A few days before Obama’s arrival, New York City workers began erecting barriers to close off roads near the UN. As she had every year during this event, María struggled to navigate the five heavily policed blocks that separated the Waldorf and Rían’s preschool. And Cass again resolved to remain in Cambridge for the week, to avoid being manhandled by security as he tried to reach our apartment.
I would not miss these disruptions after I left the UN. But when heads of state gathered for the General Assembly, I still could not shake the sense that together—as Cass’s dad had written from San Francisco in 1945—we could accomplish something. This potential had not been realized nearly as often as I had hoped, but I would miss assembling coalitions to combat the world’s hardest problems, as well as that tingling sense of possibility.
On one of the last nights of UNGA week, I had dinner with a foreign minister who had also become a friend. I had worked closely with him over the years and was grateful for the tough votes he had instructed his UN ambassador to take. He had a marvelous sense of humor that most ministers did not display, and I had grown very fond of him.
We spent the dinner discussing China, Syria, the upcoming US presidential election, and his country’s ethnic tensions. Then, toward the end of the meal, I offhandedly mentioned that I had gotten permission from New York City for the UN’s human rights office to paint in rainbow colors the First Avenue crosswalk that many VIPs would use to enter the UN. The Dutch ambassador had floated this idea during our Stonewall meeting.
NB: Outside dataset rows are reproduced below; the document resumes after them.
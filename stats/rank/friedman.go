package rank

import (
	"fmt"

	"furrow/stats/dist"
)

// FriedmanResult is the outcome of a Friedman test.
type FriedmanResult struct {
	// Stat is the tie-corrected Friedman chi-squared statistic.
	Stat float64
	// DF is k - 1.
	DF float64
	// P is the upper-tail χ²(k-1) p-value.
	P float64
	// RankSums holds the within-block rank sum of each treatment.
	RankSums []float64
	// Blocks and Treatments are b and k.
	Blocks, Treatments int
}

// Friedman tests for treatment differences in a randomised complete block
// design (Friedman 1937, JASA 32:675). data[i][j] is the response of
// treatment j in block i; every block must have the same k >= 2 treatments.
// Values are ranked within blocks (mid-ranks for ties) and
//
//	S = 12 Σ_j (R_j - b(k+1)/2)² / (b k (k+1) - Σ(t³-t)/(k-1))
//
// with the tie sum over all blocks, is referred to χ²(k-1). The input is
// not modified.
func Friedman(data [][]float64) (FriedmanResult, error) {
	b := len(data)
	if b < 1 {
		return FriedmanResult{}, fmt.Errorf("friedman: %w: no blocks", ErrTooFew)
	}
	k := len(data[0])
	if k < 2 {
		return FriedmanResult{}, fmt.Errorf("friedman: %w: %d treatments, need at least 2", ErrTooFew, k)
	}
	res := FriedmanResult{RankSums: make([]float64, k), Blocks: b, Treatments: k, DF: float64(k - 1)}
	var ties float64
	for i, row := range data {
		if len(row) != k {
			return FriedmanResult{}, fmt.Errorf("friedman: block %d has %d values, block 1 has %d", i+1, len(row), k)
		}
		if err := checkFinite(row); err != nil {
			return FriedmanResult{}, fmt.Errorf("friedman: block %d: %w", i+1, err)
		}
		r, t := midranks(row)
		ties += t
		for j, v := range r {
			res.RankSums[j] += v
		}
	}
	bf, kf := float64(b), float64(k)
	den := bf*kf*(kf+1) - ties/(kf-1)
	if den <= 1e-9*bf*kf*(kf+1) {
		return FriedmanResult{}, fmt.Errorf("friedman: %w within every block", ErrAllTied)
	}
	centre := bf * (kf + 1) / 2
	var s float64
	for _, rj := range res.RankSums {
		d := rj - centre
		s += d * d
	}
	res.Stat = 12 * s / den
	res.P = dist.ChiSqUpper(res.Stat, res.DF)
	return res, nil
}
Now, foreign ministers and heads of state were traversing our rainbow “Path to Equality” as they walked into an institution that had only recently recognized LGBT rights.
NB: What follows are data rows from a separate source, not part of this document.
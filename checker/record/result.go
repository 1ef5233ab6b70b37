package record

// This file holds the run result: the one structure the audit record
// (audit.json) is written from and the human report is rendered from.
// Field order here is the order of the JSON keys; every float goes through
// Num so that non-finite values survive the round trip.

// AuditFormat is the version of the audit-record format written by this
// package. It is the value of the record's top-level "format" field.
const AuditFormat = 1

// AuditFileName is the name of the audit record inside a run directory.
const AuditFileName = "audit.json"

// Result is the complete outcome of one furrow run: what was read, what was
// removed, every step that was executed with its evidence, the accepted
// step's results and the integrity block. It is written as audit.json and is
// the only input of the report renderers.
type Result struct {
	// Format is AuditFormat.
	Format int `json:"format"`
	// Tool identifies the program that produced the record.
	Tool ToolInfo `json:"tool"`
	// RunAt is the time of the run, when the data were analysed (RFC 3339,
	// UTC, from the clock the caller injects). It is the only field that
	// differs between two runs of the same plan on the same data (with
	// PlanLocation when the run directory is elsewhere). It is inside the
	// content hash (and signed): verify checks the registration and its
	// amendments against it, so it cannot be moved without showing, except
	// by recomputing the hash of an unsigned record, which anyone can do.
	RunAt string `json:"run_at"`
	// PlanLocation is where the plan file was, as a slash path relative to
	// the run directory, when the run was made. It is only a hint: verify
	// looks for the plan there unless told where it is (--plan), and every
	// other path of the record is relative to the plan's folder. It is left
	// out of the content hash, so that the hash does not depend on where the
	// run directory and the plan are, and verify does not compare it.
	PlanLocation string `json:"plan_location"`
	// Unregistered is true when the run was asked for without a matching
	// registration record. Every rendering of the record must show it.
	Unregistered bool `json:"unregistered"`
	// Trial repeats the plan's trial identification.
	Trial TrialInfo `json:"trial"`
	// Inputs fingerprints the plan, its registration and the data.
	Inputs Inputs `json:"inputs"`
	// Design is the design as seen in the data, before exclusions: units
	// per treatment cell and missing values per column.
	Design *DesignSeen `json:"design"`
	// PlanWarnings are the plan's lint warnings, carried into the run so
	// that the record shows what the analyst registered despite them.
	PlanWarnings []Finding `json:"plan_warnings"`
	// LostUnits lists the units the design declares that the analysis
	// does not have (no row in the data, or every row removed by a
	// declared exclusion), in cell order; empty when none is lost or the
	// plan declares no least-units.
	LostUnits []LostUnit `json:"lost_units"`
	// DataWarnings are the data-contract warnings carried into the run
	// (errors stop the run before a record is written).
	DataWarnings []Finding `json:"data_warnings"`
	// Exclusions lists every row removed by a declared exclusion rule.
	Exclusions []ExcludedRow `json:"exclusions"`
	// ExclusionRules summarises each declared rule and how many rows it removed.
	ExclusionRules []ExclusionRule `json:"exclusion_rules"`
	// Endpoints holds one entry per declared endpoint, in plan order.
	Endpoints []EndpointResult `json:"endpoints"`
	// PlanPaths maps every plan position the record holds (the pos of an
	// endpoint, step, check, hypothesis, exclusion rule or data warning, a
	// decision's rule, a hypothesis's answer; "plan.yaml:77:13") to the
	// plan data path of the value written there
	// ("endpoints[0].steps[0].checks[0]"). Verify compares positions by
	// these paths, so that an edit or amendment that only moves lines is
	// not a difference; the record keeps them because the plan as it was
	// run is not kept, so its positions could not be re-derived later.
	PlanPaths map[string]string `json:"plan_paths"`
	// Files lists every file the run wrote into its folder beside the
	// record (report.html, report.md, each table), by slash path inside
	// the folder, with the SHA-256 of its bytes, sorted by path. It is
	// inside the content hash, so verify can hold the whole folder to the
	// record (see the package documentation, "Run folder"); empty for a
	// record written alone.
	Files []FileHash `json:"files"`
	// Integrity is the content hash and optional signature.
	Integrity Integrity `json:"integrity"`
}

// FileHash is one file of a run folder and the hash of its bytes.
type FileHash struct {
	// Path is the file's slash path inside the run folder ("tables/checks.csv").
	Path string `json:"path"`
	// SHA256 is "sha256:<hex>" of the file's bytes.
	SHA256 string `json:"sha256"`
}

// ToolInfo identifies the program that wrote a record. Both values are
// injected by the caller (the command line fills them from the build
// information) so that tests and hashed content are reproducible.
type ToolInfo struct {
	// Name is "furrow".
	Name string `json:"name"`
	// Version is the tool's version string, e.g. "v0.3.0" or "(devel)".
	Version string `json:"version"`
	// Build describes the build: Go version and VCS revision when known.
	Build string `json:"build"`
}

// TrialInfo repeats the plan's identification of the trial.
type TrialInfo struct {
	ID          string `json:"id"`
	Title       string `json:"title"`
	PlanVersion string `json:"plan_version"`
}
For a split second, I thought I caught a flash of interest on the minister’s face, but he quickly changed the subject. Despite our friendship, I had never asked him about his personal life.
As we got up to say good night, I heard myself whisper in his ear, “Any chance you would like to come see the crosswalk?”
Suddenly, he broke out in a broad, mischievous smile. In that moment, he saw that I knew and understood what he still could not advertise in his own country.
At 12:30 a.m. on a breezy September night, the minister walked slowly across the rainbow crosswalk toward the UN, where the flags of his country, my country, and all the countries of the world flew each day.
Thanks to the streetlamp, I was able to see his expression as he approached my side of First Avenue. He bore a look I had not seen before. It combined relief, delight, and a deep calm.
It was the look of someone being fully himself.